Crohn’s resistance helped lead to a deeper understanding of HIV.

He volunteered to have his white blood cells exposed to HIV but doctors were unable to infect him – even at concentrations thousands of times stronger than anything that would occur outside of a laboratory setting.

The CD4 white blood cells, which HIV normally penetrates to start the process of disease, locked out the virus.

Years later they found out the reason why: HIV gets into the white blood cells by fitting into two receptors but Crohn’s second receptor was flawed due to a genetic defect.

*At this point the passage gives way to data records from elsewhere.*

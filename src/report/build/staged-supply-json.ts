import type {
  FoundArrangement,
  Guaranteed,
  Movement,
  MovementVerdict,
  StagedBuild,
} from '../../arrangement/staged-build.js';
import { type Sequence, sequences, type StagesWish } from '../../arrangement/stages-wish.js';
import { ucumCode } from '../../quantity/ucum.js';
import { circuitAsJson, commonAsJson } from './json-parts.js';
import type { StagedSupplyJson } from '../schema/staged-supply-schema.js';
import { estimateAsJson, finite, valueAsJson, valuesAsJson } from './json-values.js';

type MovementJson = StagedSupplyJson['switchOvers'][number]['goingUp'];

/** The name and version of the format; the number changes when a reader would have to. */
export const stagedSupplyFormat = 'railproof/staged-supply 1';

/**
 * A staged supply as one JSON object; numbers, `standing`, `outcome` and `modules` as in
 * {@link combinationAsJson}. `guaranteed` holds a point for each output voltage, rising; at each what it feeds
 * coming from below and from above. `dissipation.watts` is by output, then by current; null beyond what is
 * guaranteed. Each movement of contacts has a verdict for every way of driving them; that of `sequence` decides.
 */
export function stagedSupplyAsJson(build: StagedBuild): StagedSupplyJson {
  const { wish, arrangements, switchOvers, guaranteed, map, mostDissipation } = build;
  return {
    format: stagedSupplyFormat,
    name: wish.name,
    title: wish.title,
    ...commonAsJson(build),
    output: { from: valueAsJson(wish.output.from, 'voltage'), to: valueAsJson(wish.output.to, 'voltage') },
    hysteresis: valueAsJson(wish.hysteresis, 'voltage'),
    sequence: wish.sequence,
    linearStage: linearStageAsJson(wish.linearStage, mostDissipation),
    arrangements: arrangements.map(arrangementAsJson),
    switchOvers: switchOvers.map(({ lower, upper, up, down, swing, goingUp, comingDown }) => ({
      lower,
      upper,
      up: valueAsJson(up, 'voltage'),
      down: valueAsJson(down, 'voltage'),
      swing: {
        noLoad: valueAsJson(swing.noLoad, 'voltage'),
        fullLoad: valueAsJson(swing.fullLoad, 'voltage'),
      },
      goingUp: movementAsJson(goingUp),
      comingDown: movementAsJson(comingDown),
    })),
    guaranteed: guaranteed.map(({ output, rising, falling }) => ({
      output: valueAsJson(output, 'voltage'),
      rising: guaranteedAsJson(rising),
      falling: guaranteedAsJson(falling),
    })),
    dissipation: {
      output: valuesAsJson(map.outputs, 'voltage'),
      current: valuesAsJson(map.currents, 'current'),
      watts: map.watts.map((row) => row.map((watts) => (watts === null ? null : finite(watts, 'power')))),
      unit: ucumCode('power'),
    },
  };
}

/** `most` is what it may turn into heat in this use. */
function linearStageAsJson(
  { dropOut, current, dissipation }: StagesWish['linearStage'],
  most: number,
): StagedSupplyJson['linearStage'] {
  return {
    dropOut: valueAsJson(dropOut, 'voltage'),
    current: valueAsJson(current, 'current'),
    dissipation:
      dissipation.kind === 'fixed'
        ? { kind: dissipation.kind }
        : {
            kind: dissipation.kind,
            full: valueAsJson(dissipation.full, 'power'),
            fullTo: valueAsJson(dissipation.fullTo, 'temperature'),
            noneAt: valueAsJson(dissipation.noneAt, 'temperature'),
            case: valueAsJson(dissipation.case, 'temperature'),
          },
    most: valueAsJson(most, 'power'),
  };
}

function arrangementAsJson(arrangement: FoundArrangement): StagedSupplyJson['arrangements'][number] {
  const { name, circuit, closed, openVoltage, fullVoltage, current, setBy } = arrangement;
  return {
    name,
    circuit: circuitAsJson(circuit),
    closed,
    openVoltage: estimateAsJson(openVoltage, 'voltage'),
    fullVoltage: estimateAsJson(fullVoltage, 'voltage'),
    recommended: { ...valueAsJson(current, 'current'), setBy },
  };
}

function movementAsJson({ moving, bySequence }: Movement): MovementJson {
  return {
    moving,
    verdicts: sequences.map((sequence) => verdictAsJson(sequence, bySequence[sequence])),
  };
}

function verdictAsJson(sequence: Sequence, verdict: MovementVerdict): MovementJson['verdicts'][number] {
  if (verdict.kind === 'clear') {
    const { kind, states, interrupts } = verdict;
    return { sequence, kind, states, interrupts };
  }
  const { kind, order, connection } = verdict;
  return {
    sequence,
    kind,
    order,
    connection: {
      kind: connection.kind,
      modules: connection.modules,
      voltage: valueAsJson(connection.volts, 'voltage'),
      through: connection.through,
      sentence: connection.sentence,
    },
  };
}

function guaranteedAsJson({
  arrangement,
  current,
  setBy,
}: Guaranteed): StagedSupplyJson['guaranteed'][number]['rising'] {
  return { arrangement, current: valueAsJson(current, 'current'), setBy };
}
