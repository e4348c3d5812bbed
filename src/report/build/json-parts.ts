import type { Circuit, Form, Part, Recommendation, ResistorChosen } from '../../arrangement/build.js';
import type { ModuleProfile, Taken } from '../../arrangement/module-profile.js';
import type { RecordSource } from '../../arrangement/understood-record.js';
import type { Dimension } from '../../quantity/quantity.js';
import type {
  CircuitWritten,
  Common,
  FormJson,
  ModuleWritten,
  PartWritten,
  RecommendationWritten,
  ResistorWritten,
  SourceWritten,
  TakenWritten,
  WordWritten,
} from '../schema/build-part-schemas.js';
import { type AnyBuild, outcomeOf } from './any-build.js';
import { finite, intervalAsJson, valueAsJson } from './json-values.js';

/** What every build has, however its modules are joined. */
export function commonAsJson(build: AnyBuild): Common {
  const { standing, concerns, parts, cautions } = build;
  const outcome = outcomeOf(build);
  return {
    outcome,
    standing: {
      kind: standing.kind,
      because: standing.kind === 'may-be-built' ? [] : standing.because,
    },
    concerns: concerns.map(({ kind, module, run, weight, text }) => ({
      kind,
      module,
      record: run ?? null,
      weight,
      text,
    })),
    cautions,
    parts: outcome === 'must-not-be-built' ? [] : parts.map(partAsJson),
    modules: build.modules.map(moduleAsJson),
  };
}

function partAsJson({ marks, what, ratings, why }: Part): PartWritten {
  return { marks, what, ratings, why };
}

function moduleAsJson(module: ModuleProfile): ModuleWritten {
  const { label, outputIsolation, recommended, limitStyle, earth } = module;
  return {
    name: module.name,
    description: module.description,
    nameplate: {
      voltage: valueAsJson(label.voltage, 'voltage'),
      current: valueAsJson(label.current, 'current'),
    },
    protectionClass: module.protectionClass,
    outputIsolation: outputIsolation === 'unknown' ? null : valueAsJson(outputIsolation, 'voltage'),
    openCircuitVoltage: takenAsJson(module.openCircuit, 'voltage'),
    droopResistance: takenAsJson(module.droop, 'resistance'),
    usableCurrent: takenAsJson(module.usable, 'current'),
    recommendedCurrent: {
      ...valueAsJson(recommended.current, 'current'),
      note: recommended.why,
      from: sourceAsJson(recommended.from),
    },
    dropoutCurrent: orNull(module.dropout, 'current'),
    shortCircuitCurrent: orNull(module.shortCircuit, 'current'),
    limitStyle: limitStyle === undefined ? null : wordAsJson(limitStyle.word, limitStyle.from),
    earthRelation: earth === undefined ? null : wordAsJson(earth.relation, earth.from),
  };
}

function orNull(taken: Taken | undefined, dimension: Dimension): TakenWritten | null {
  return taken === undefined ? null : takenAsJson(taken, dimension);
}

function takenAsJson(taken: Taken, dimension: Dimension): TakenWritten {
  return {
    ...valueAsJson(taken.value, dimension),
    bound: taken.bound ?? null,
    ...intervalAsJson(taken.interval, dimension),
    note: taken.note,
    budget: taken.budget.map(({ name, kind, uncertainty, degreesOfFreedom, shared }) => ({
      name,
      type: kind,
      uncertainty: finite(uncertainty, dimension),
      degreesOfFreedom: Number.isFinite(degreesOfFreedom) ? degreesOfFreedom : null,
      shared: shared ?? null,
    })),
    from: sourceAsJson(taken.from),
  };
}

function wordAsJson(word: string, from: RecordSource): WordWritten {
  return { value: word, unit: null, from: sourceAsJson(from) };
}

function sourceAsJson({ run, procedure, began, state, simulated }: RecordSource): SourceWritten {
  return { record: run, procedure, began, state, simulated };
}

export function circuitAsJson({ form, ballast, reverseDiodes, orDiodes }: Circuit): CircuitWritten {
  return {
    form: formAsJson(form),
    ballast:
      ballast === undefined
        ? null
        : {
            resistance: valueAsJson(ballast.resistance, 'resistance'),
            tolerance: valueAsJson(ballast.tolerance, 'ratio'),
          },
    reverseDiodes,
    orDiodes,
  };
}

/** `{ kind: "module", name }`, or `{ kind: "group" | "stack", of: [ … ] }`. */
function formAsJson(form: Form): FormJson {
  return form.kind === 'module'
    ? { kind: form.kind, name: form.name }
    : { kind: form.kind, of: form.of.map(formAsJson) };
}

export function recommendationAsJson({ current, setBy }: Recommendation): RecommendationWritten {
  return { ...valueAsJson(current, 'current'), setBy };
}

export function resistorAsJson(resistor: ResistorChosen): ResistorWritten {
  const { resistance, tolerance, dissipation, dissipationAtLimit, rating, voltageCost } = resistor;
  return {
    resistance: valueAsJson(resistance, 'resistance'),
    tolerance: valueAsJson(tolerance, 'ratio'),
    dissipation: valueAsJson(dissipation, 'power'),
    dissipationAtLimit: valueAsJson(dissipationAtLimit, 'power'),
    rating: rating === undefined ? null : valueAsJson(rating, 'power'),
    voltageCost: valueAsJson(voltageCost, 'voltage'),
  };
}
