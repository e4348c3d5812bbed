import type { ModuleProfile } from '../../arrangement/module-profile.js';
import { formatExact } from '../../quantity/format-quantity.js';
import type { Style } from '../style.js';
import { prose } from './prose.js';

/** What it is, and of what: each module with its label, those that are alike together. */
export function headingText(title: string, modules: readonly ModuleProfile[], style: Style): string {
  const alike = new Map<string, string[]>();
  for (const module of modules) {
    const plate = plateOf(module);
    alike.set(plate, [...(alike.get(plate) ?? []), module.name]);
  }
  const plates = [...alike].map(([plate, names]) => prose(plate, `${names.join(', ')}: `));
  return [style.strong(prose(title)), ...plates].join('\n');
}

function plateOf({ description, label }: ModuleProfile): string {
  const said = [formatExact(label.voltage, 'voltage'), formatExact(label.current, 'current')]
    .map(({ value, unit }) => `${value} ${unit}`)
    .join(', ');
  return [description, `nameplate ${said}`].filter((part) => part !== '').join(' · ');
}
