import type { Form } from '../../arrangement/build.js';
import { listed } from '../../quantity/listed.js';

/** `K1 and K2 side by side`, `K1, K2 and K3 in a stack, the lowest first`; what is within another in brackets. */
export function formInWords(form: Form): string {
  if (form.kind === 'module') return form.name;
  const parts = form.of.map((part) => (part.kind === 'module' ? part.name : `(${formInWords(part)})`));
  if (parts.length < 2) return parts.join('');
  return form.kind === 'group'
    ? `${listed(parts)} side by side`
    : `${listed(parts)} in a stack, the lowest first`;
}

/** `K1 ∥ K2`, `K1 + K2`, `(K1 ∥ K2) + (K3 ∥ K4)`. */
export function formInSigns(form: Form): string {
  if (form.kind === 'module') return form.name;
  const parts = form.of.map((part) =>
    part.kind === 'module' || part.of.length === 1 ? formInSigns(part) : `(${formInSigns(part)})`,
  );
  return parts.join(form.kind === 'group' ? ' ∥ ' : ' + ');
}
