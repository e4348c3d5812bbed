import type { ParallelBuild, ParallelWish } from '../../arrangement/parallel-build.js';
import type { SeriesBuild } from '../../arrangement/series-build.js';
import { circuitAsJson, commonAsJson, recommendationAsJson, resistorAsJson } from './json-parts.js';
import type { BallastWishWritten } from '../schema/ballast-wish-schema.js';
import type { Common } from '../schema/build-part-schemas.js';
import type { CombinationJson, ParallelJson, SeriesJson } from '../schema/combination-schema.js';
import { bandAsJson, estimateAsJson, valueAsJson, valuesAsJson } from './json-values.js';

/** What both ways of joining have alike. */
type Shared = Pick<ParallelJson, keyof Common | 'load' | 'usable' | 'recommended' | 'circuit'>;
/** What the one has for itself. */
type OwnOf<Json> = Omit<Json, keyof Shared | 'format' | 'arrangement'>;

/** The name and version of the format; the number changes when a reader would have to. */
export const combinationFormat = 'railproof/combination 1';

/**
 * Modules side by side or one upon the other, as one JSON object; `arrangement` tells which. Every number is
 * `{ value, unit }` (UCUM codes, a ratio in %), with `interval` and `coverage` where it has an uncertainty, and
 * null where there is none to give; an axis of a curve is `{ values, unit }`, what lies over it
 * `{ best, low, high, unit, coverage }`, lists in the order of the axis. Lists of modules are in the order of
 * `modules`, of a stack the lowest first; each module says of each of its numbers `from` which record it came.
 *
 * `standing` says whether it may be built, and why not; `outcome` is that, or `too-little` where the load asked
 * for is more than is recommended. What must not be built has no parts.
 */
export function combinationAsJson(build: ParallelBuild | SeriesBuild): CombinationJson {
  const format = combinationFormat;
  const shared = sharedAsJson(build);
  return build.kind === 'parallel'
    ? { format, arrangement: build.kind, ...shared, ...parallelAsJson(build) }
    : { format, arrangement: build.kind, ...shared, ...seriesAsJson(build) };
}

function sharedAsJson(build: ParallelBuild | SeriesBuild): Shared {
  return {
    ...commonAsJson(build),
    load: { ...valueAsJson(build.load.current, 'current'), from: build.load.from },
    usable: estimateAsJson(build.usable, 'current'),
    recommended: recommendationAsJson(build.recommended),
    circuit: circuitAsJson(build.circuit),
  };
}

function parallelAsJson(build: ParallelBuild): OwnOf<ParallelJson> {
  const { wish, atLoad, sharing, firstToSaturate, withoutBallast, failures, sumOfSingles } = build;
  return {
    wish: {
      ...ballastWishAsJson(wish),
      load: wish.load === undefined ? null : valueAsJson(wish.load, 'current'),
    },
    ballast: ballastAsJson(build),
    sharing: {
      busVoltage: estimateAsJson(atLoad.busVoltage, 'voltage'),
      currents: atLoad.currents.map((current) => estimateAsJson(current, 'current')),
      shares: atLoad.shares.map((share) => estimateAsJson(share, 'ratio')),
      imbalance: worstAsJson(atLoad.imbalance),
    },
    curves: {
      load: valuesAsJson(sharing.loads, 'current'),
      busVoltage: bandAsJson(sharing.busVoltage, 'voltage'),
      currents: sharing.currents.map((band) => bandAsJson(band, 'current')),
    },
    firstToSaturate: {
      module: firstToSaturate.module,
      load: estimateAsJson(firstToSaturate.load, 'current'),
      probability: valueAsJson(firstToSaturate.probability, 'ratio'),
      then: firstToSaturate.then,
    },
    sumOfSingles: {
      usable: valueAsJson(sumOfSingles.usable, 'current'),
      recommended: valueAsJson(sumOfSingles.recommended, 'current'),
    },
    withoutBallast: {
      load: valueAsJson(withoutBallast.load, 'current'),
      imbalance: estimateAsJson(withoutBallast.imbalance, 'ratio'),
      hog: withoutBallast.hog ?? null,
      failsAt: valueAsJson(withoutBallast.failsAt, 'current'),
      story: withoutBallast.story,
    },
    failures: failures.map(({ module, recommended, usable, rest, sentences }) => ({
      module,
      recommended: valueAsJson(recommended, 'current'),
      usable: valueAsJson(usable, 'current'),
      rest,
      sentences,
    })),
  };
}

/** What was asked of the ballasts: one of the two is null. */
export function ballastWishAsJson({
  ballast,
  tolerance,
}: Pick<ParallelWish, 'ballast' | 'tolerance'>): BallastWishWritten {
  return {
    ballast: ballast.kind === 'given' ? valueAsJson(ballast.resistance, 'resistance') : null,
    imbalance: ballast.kind === 'for-imbalance' ? valueAsJson(ballast.most, 'ratio') : null,
    tolerance: valueAsJson(tolerance, 'ratio'),
  };
}

/** `worst` is that of every tolerance at its worst together, and no limit of 95 %. */
function worstAsJson({
  value,
  low,
  high,
}: ParallelBuild['atLoad']['imbalance']): ParallelJson['sharing']['imbalance'] {
  return {
    ...valueAsJson(value, 'ratio'),
    least: valueAsJson(low, 'ratio'),
    worst: valueAsJson(high, 'ratio'),
  };
}

function ballastAsJson({ ballast }: ParallelBuild): ParallelJson['ballast'] {
  switch (ballast.kind) {
    case 'none':
      return { kind: ballast.kind };
    case 'impossible':
      return { kind: ballast.kind, why: ballast.why };
    case 'resistor':
      return { kind: ballast.kind, ...resistorAsJson(ballast) };
  }
}

function seriesAsJson(build: SeriesBuild): OwnOf<SeriesJson> {
  const { wish, weakest, rails, diodes, bonds, curve } = build;
  return {
    wish: { load: wish.load === undefined ? null : valueAsJson(wish.load, 'current') },
    openVoltage: estimateAsJson(build.openVoltage, 'voltage'),
    voltageAtLoad: estimateAsJson(build.voltageAtLoad, 'voltage'),
    weakest: { module: weakest.module, sure: weakest.sure, then: weakest.then },
    rails: rails.map(({ module, float, top, isolation, verdict }) => ({
      module,
      float: estimateAsJson(float, 'voltage'),
      top: estimateAsJson(top, 'voltage'),
      isolation: isolation === 'unknown' ? null : valueAsJson(isolation, 'voltage'),
      verdict,
    })),
    beyondTouchable: build.beyondTouchable,
    reverseDiodes: diodes.map(({ module, current, bound, voltage, heat, rating }) => ({
      module,
      current: { ...valueAsJson(current, 'current'), bound: bound ?? null },
      voltage: valueAsJson(voltage, 'voltage'),
      heat: valueAsJson(heat, 'power'),
      rating: {
        current: valueAsJson(rating.current, 'current'),
        voltage: valueAsJson(rating.voltage, 'voltage'),
      },
    })),
    bonds: bonds.map(({ module, shorts, volts, sentence }) => ({
      module,
      shorts,
      voltage: valueAsJson(volts, 'voltage'),
      sentence,
    })),
    curves: {
      load: valuesAsJson(curve.currents, 'current'),
      voltage: bandAsJson(curve.voltage, 'voltage'),
    },
  };
}
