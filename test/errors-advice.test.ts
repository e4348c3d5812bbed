import { readdirSync, readFileSync } from 'node:fs';
import { join } from 'node:path';
import { expect, it } from 'vitest';

/**
 * Errors that give no advice of their own, and why: whoever stops a run needs none; those of values come to people
 * only as a line of a file, an option or a question, which says itself what is needed; the advice of the others is
 * that of what they wrap or what their makers give.
 */
const without: Readonly<Record<string, string>> = {
  StoppedByOperator: 'it was wanted',
  QuantityError: 'a value',
  ExpressionError: 'a value',
};

interface Source {
  readonly file: string;
  readonly text: string;
}

const sources: readonly Source[] = readdirSync('src', { recursive: true, encoding: 'utf8' })
  .filter((file) => file.endsWith('.ts'))
  .map((file) => ({ file, text: readFileSync(join('src', file), 'utf8') }));

/** Every class of the family of foreseen errors, by its name, with its text. */
function family(): ReadonlyMap<string, string> {
  const classes = sources.flatMap(({ text }) =>
    [...text.matchAll(/class (\w+) extends (\w+)\b[^]*?\n\}\n/g)].map(([body, name = '', parent = '']) => ({
      ...{ name, parent, body },
    })),
  );
  const found = new Map<string, string>();
  for (let before = -1; before < found.size;) {
    before = found.size;
    for (const { name, parent, body } of classes)
      if (parent === 'RailproofError' || found.has(parent)) found.set(name, body);
  }
  return found;
}

/** The whole of a call, from its name to the bracket that closes it. */
function callAt(text: string, from: number): string {
  let depth = 0;
  for (let at = text.indexOf('(', from); at < text.length; at += 1) {
    if (text[at] === '(') depth += 1;
    if (text[at] === ')') depth -= 1;
    if (depth === 0) return text.slice(from, at + 1);
  }
  throw new Error('a call that is never closed');
}

it('every error that is foreseen says what to do next', () => {
  const errors = family();
  expect(errors.size).toBeGreaterThan(60);
  const lacking: string[] = [];
  for (const [name, body] of errors) {
    if (name in without || /\badvice\b/.test(body)) continue;
    // A class between demands it as an argument.
    const [, parent = ''] = / extends (\w+)/.exec(body) ?? [];
    if (/constructor\([^)]*\badvice: string/.test(errors.get(parent) ?? '')) continue;
    // It leaves the advice to whoever makes one: then each of them gives it.
    const made = sources.flatMap(({ file, text }) =>
      [...text.matchAll(new RegExp(`\\bnew ${name}\\(`, 'g'))].map(({ index }) => ({
        file,
        call: callAt(text, index),
      })),
    );
    expect(made.length, name).toBeGreaterThan(0);
    for (const { file, call } of made)
      if (!/\badvice\b/.test(call)) lacking.push(`${name} in ${file}: ${call.slice(0, 80)}`);
  }
  expect(lacking).toEqual([]);
});

it('no error is listed as one that gives no advice and is none, or gives some', () => {
  const errors = family();
  for (const name of Object.keys(without)) expect(errors.get(name), name).not.toMatch(/\badvice\b/);
});

it('what is advised to be typed is a command that there is', () => {
  const program = readFileSync('src/cli/program.ts', 'utf8');
  const commands = new Set(
    [...program.matchAll(/^ {4}'([a-z]+)[ ']|command\('([a-z]+)/gm)].map(([, one, other]) => one ?? other),
  );
  const named = sources.flatMap(({ file, text }) =>
    [...text.matchAll(/[`"]railproof ([a-z]+)\b/g)].map(([, command = '']) => `${command} (${file})`),
  );
  expect(named.length).toBeGreaterThan(20);
  for (const each of named) expect([...commands, 'help'], each).toContain(each.split(' ')[0]);
});
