import { formatExact } from '../../quantity/format-quantity.js';
import { listed } from '../../quantity/listed.js';
import type { Amperes, Dimension, Ratio } from '../../quantity/quantity.js';
import { roundedDown } from '../../quantity/rounded-down.js';

/** A number worked out, for sentences and tables that say nothing of its uncertainty: three digits, none idle. */
export function brief(value: number, dimension: Dimension): string {
  const { value: digits, unit } = formatExact(Number(value.toPrecision(3)), dimension);
  return `${digits} ${unit}`;
}

/** The same where the unit is said elsewhere. */
export function briefDigits(value: number): string {
  return String(Number(value.toPrecision(3)));
}

/** How likely something is; never all and never nothing: nothing measured is that sure. */
export function chance(probability: Ratio): string {
  return `${Math.min(99, Math.max(1, Math.round(100 * probability)))} %`;
}

/** `K1, K2 and K3`. */
export function namesOf({ modules }: { readonly modules: readonly { readonly name: string }[] }): string {
  return listed(modules.map(({ name }) => name));
}

/** A load that was asked for as it was asked for; the recommended one never rounded up. */
export function loadInWords(load: {
  readonly current: Amperes;
  readonly from: 'asked-for' | 'recommended';
}): string {
  if (load.from === 'recommended') return roundedDown(load.current, 'current');
  const { value, unit } = formatExact(load.current, 'current');
  return `${value} ${unit}`;
}
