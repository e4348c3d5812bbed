import type { Assignment, Selection } from '../../arrangement/selection.js';
import { ballastWishAsJson } from './combination-json.js';
import { circuitAsJson, commonAsJson } from './json-parts.js';
import { valueAsJson } from './json-values.js';
import type { SelectionJson } from '../schema/selection-schema.js';

/** The name and version of the format; the number changes when a reader would have to. */
export const selectionFormat = 'railproof/selection 1';

/**
 * Which modules of a drawer to put together, as one JSON object; numbers, `standing`, `outcome` and `modules`
 * as in {@link combinationAsJson}. `best` is null where the drawer does not hold enough, `next` where there is
 * no other way; both are lists of supplies, each a list of groups, the lowest of a stack first.
 */
export function selectionAsJson(selection: Selection): SelectionJson {
  const { wish, best, next, margin, leftOut, considered, unused, circuit } = selection;
  return {
    format: selectionFormat,
    ...commonAsJson(selection),
    wish: {
      group: wish.group,
      stack: wish.stack,
      supplies: wish.supplies,
      ...ballastWishAsJson(wish),
    },
    best: best === undefined ? null : assignmentAsJson(best),
    next: next === undefined ? null : assignmentAsJson(next),
    margin:
      margin === undefined
        ? null
        : {
            current: valueAsJson(margin.current, 'current'),
            imbalance: valueAsJson(margin.imbalance, 'ratio'),
            told: margin.told,
            sentence: margin.sentence,
          },
    considered,
    unused,
    leftOut: leftOut.map(({ module, why }) => ({ module, why })),
    circuit: circuit === undefined ? null : circuitAsJson(circuit),
  };
}

function assignmentAsJson({
  supplies,
  recommended,
  imbalance,
  ballast,
}: Assignment): NonNullable<SelectionJson['best']> {
  return {
    recommended: valueAsJson(recommended, 'current'),
    imbalance: valueAsJson(imbalance, 'ratio'),
    ballast: ballast === undefined ? null : valueAsJson(ballast, 'resistance'),
    supplies: supplies.map((supply) => ({
      recommended: valueAsJson(supply.recommended, 'current'),
      groups: supply.groups.map((group) => ({
        modules: group.modules,
        recommended: valueAsJson(group.recommended, 'current'),
        imbalance: valueAsJson(group.imbalance, 'ratio'),
      })),
    })),
  };
}
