import { formatExact } from '../../quantity/format-quantity.js';
import type { Dimension } from '../../quantity/quantity.js';

/** A number worked out, for sentences and tables that say nothing of its uncertainty: three digits, none idle. */
export function brief(value: number, dimension: Dimension): string {
  const { value: digits, unit } = formatExact(Number(value.toPrecision(3)), dimension);
  return `${digits} ${unit}`;
}

/** The same where the unit is said elsewhere. */
export function briefDigits(value: number): string {
  return String(Number(value.toPrecision(3)));
}
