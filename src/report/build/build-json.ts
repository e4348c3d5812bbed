import type { AnyBuild } from './any-build.js';
import { combinationAsJson } from './combination-json.js';
import { selectionAsJson } from './selection-json.js';
import { stagedSupplyAsJson } from './staged-supply-json.js';
import type { CombinationJson } from '../schema/combination-schema.js';
import type { SelectionJson } from '../schema/selection-schema.js';
import type { StagedSupplyJson } from '../schema/staged-supply-schema.js';

export type BuildJson = CombinationJson | StagedSupplyJson | SelectionJson;

/** What was worked out, as one JSON object. */
export function buildAsJson(build: AnyBuild): BuildJson {
  switch (build.kind) {
    case 'parallel':
    case 'series':
      return combinationAsJson(build);
    case 'stages':
      return stagedSupplyAsJson(build);
    case 'selection':
      return selectionAsJson(build);
  }
}
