import type { SelectedSupply, Selection } from '../../arrangement/selection.js';

/** `K1 ∥ K2`, `(K1 ∥ K2) + (K3 ∥ K4)`, the lowest first. */
export function inSigns({ groups }: SelectedSupply): string {
  const signs = groups.map(({ modules }) => modules.join(' ∥ '));
  if (signs.length === 1) return signs[0] ?? '';
  return signs.map((each) => (each.includes('∥') ? `(${each})` : each)).join(' + ');
}

/** The modules of the best; where there is none, all that there are. */
export function chosenOf({ best, modules }: Selection): Selection['modules'] {
  if (best === undefined) return modules;
  const names = best.supplies.flatMap(({ groups }) => groups.flatMap((group) => group.modules));
  return modules.filter(({ name }) => names.includes(name));
}

/** Of several supplies, which one the circuit is of, and how the parts of all are told apart. */
export function firstDrawn({ best, standing }: Selection): string | undefined {
  const [first, ...others] = best?.supplies ?? [];
  if (first === undefined || others.length === 0 || standing.kind !== 'may-be-built') return undefined;
  return `all are wired alike, and the sheet draws ${inSigns(first)}; the numbers of their parts go on from one supply to the next`;
}

/** `2 modules side by side`. */
export function wished({ group, stack, supplies }: Selection['wish']): string {
  const each = supplies === 1 ? '' : ' each';
  if (stack === 1) return group === 1 ? `one module${each}` : `${group} modules${each} side by side`;
  return group === 1 ? `${stack} modules${each} in a stack` : `${stack} groups of ${group}${each} in a stack`;
}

The anomaly found in less than 1% of the population saved Crohn’s life.

“What he contributed to medical knowledge is really quite extraordinary,” said Dr Bruce D Walker, director of the Ragon Institute of Massachusetts General Hospital, MIT and Harvard.

In 1996, The Independent called Crohn “The Man Who Can’t Catch AIDS,” and he told his story in documentary films and newspaper interviews around the world.

It was announced last Friday that Crohn had died by suicide on 23 August.

The New York Times reports his sister, Amy Crohn Santagata, said: “My brother saw all his friends around him dying, and he didn’t die.

“He went through a tremendous amount of survivor guilt about that and said to himself, ‘There’s got to be a reason.”‘

She added: “He was quite extraordinary, and then also quite ordinary.”